◆ Work task:
Lines in the data below that contain the word "except" are to be copied.

◆ Data to use:
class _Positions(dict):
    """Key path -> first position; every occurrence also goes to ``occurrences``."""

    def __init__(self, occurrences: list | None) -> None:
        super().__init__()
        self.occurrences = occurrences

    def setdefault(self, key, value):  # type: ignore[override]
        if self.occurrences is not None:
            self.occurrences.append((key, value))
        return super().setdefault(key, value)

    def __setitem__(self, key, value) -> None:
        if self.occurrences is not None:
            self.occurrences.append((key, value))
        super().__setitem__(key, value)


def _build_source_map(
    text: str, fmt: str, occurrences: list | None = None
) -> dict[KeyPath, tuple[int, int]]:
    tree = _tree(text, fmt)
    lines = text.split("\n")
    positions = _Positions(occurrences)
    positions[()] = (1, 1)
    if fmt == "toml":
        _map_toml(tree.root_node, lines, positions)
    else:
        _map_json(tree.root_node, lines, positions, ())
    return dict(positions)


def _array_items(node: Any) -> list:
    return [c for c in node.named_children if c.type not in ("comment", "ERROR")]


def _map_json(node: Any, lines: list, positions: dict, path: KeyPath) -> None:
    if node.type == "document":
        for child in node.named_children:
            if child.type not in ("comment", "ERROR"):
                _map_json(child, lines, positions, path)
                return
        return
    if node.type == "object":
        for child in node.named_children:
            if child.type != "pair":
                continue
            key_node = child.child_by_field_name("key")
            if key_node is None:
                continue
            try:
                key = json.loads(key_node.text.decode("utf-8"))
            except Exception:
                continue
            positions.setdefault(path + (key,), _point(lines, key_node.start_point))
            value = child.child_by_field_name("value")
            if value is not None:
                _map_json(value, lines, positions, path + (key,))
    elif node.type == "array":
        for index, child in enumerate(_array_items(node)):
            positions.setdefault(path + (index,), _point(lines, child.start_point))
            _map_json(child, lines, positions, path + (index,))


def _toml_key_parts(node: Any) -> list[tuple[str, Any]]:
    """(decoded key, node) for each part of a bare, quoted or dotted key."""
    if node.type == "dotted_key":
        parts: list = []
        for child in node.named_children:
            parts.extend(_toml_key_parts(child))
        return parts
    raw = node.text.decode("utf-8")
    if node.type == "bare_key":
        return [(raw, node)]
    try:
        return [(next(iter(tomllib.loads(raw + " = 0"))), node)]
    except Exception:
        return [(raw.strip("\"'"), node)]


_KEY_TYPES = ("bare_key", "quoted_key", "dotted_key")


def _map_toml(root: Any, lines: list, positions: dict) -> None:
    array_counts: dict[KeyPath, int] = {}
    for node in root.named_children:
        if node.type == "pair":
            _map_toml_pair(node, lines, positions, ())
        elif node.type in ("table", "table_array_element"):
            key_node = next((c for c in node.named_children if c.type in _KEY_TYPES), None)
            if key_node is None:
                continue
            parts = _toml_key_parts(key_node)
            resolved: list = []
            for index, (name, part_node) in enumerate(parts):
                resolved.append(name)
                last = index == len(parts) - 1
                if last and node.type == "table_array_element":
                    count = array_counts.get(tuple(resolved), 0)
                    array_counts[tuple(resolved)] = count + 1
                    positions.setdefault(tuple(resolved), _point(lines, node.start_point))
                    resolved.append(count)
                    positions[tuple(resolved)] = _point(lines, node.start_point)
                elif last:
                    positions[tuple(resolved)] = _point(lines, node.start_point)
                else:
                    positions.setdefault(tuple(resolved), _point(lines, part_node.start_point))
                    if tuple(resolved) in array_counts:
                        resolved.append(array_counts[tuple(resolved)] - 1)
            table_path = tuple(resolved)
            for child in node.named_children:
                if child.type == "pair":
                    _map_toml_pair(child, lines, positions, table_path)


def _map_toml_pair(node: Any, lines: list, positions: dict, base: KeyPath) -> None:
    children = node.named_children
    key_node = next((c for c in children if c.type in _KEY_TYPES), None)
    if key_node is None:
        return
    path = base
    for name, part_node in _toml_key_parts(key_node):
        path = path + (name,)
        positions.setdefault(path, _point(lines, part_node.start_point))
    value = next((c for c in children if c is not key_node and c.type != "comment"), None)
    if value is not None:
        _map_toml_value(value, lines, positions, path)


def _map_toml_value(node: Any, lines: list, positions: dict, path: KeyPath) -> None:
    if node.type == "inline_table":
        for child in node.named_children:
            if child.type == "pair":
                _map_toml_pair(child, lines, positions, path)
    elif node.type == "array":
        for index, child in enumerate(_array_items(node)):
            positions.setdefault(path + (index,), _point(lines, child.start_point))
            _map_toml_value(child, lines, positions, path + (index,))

◆ Solution to this exercise:
            except Exception:
    except Exception:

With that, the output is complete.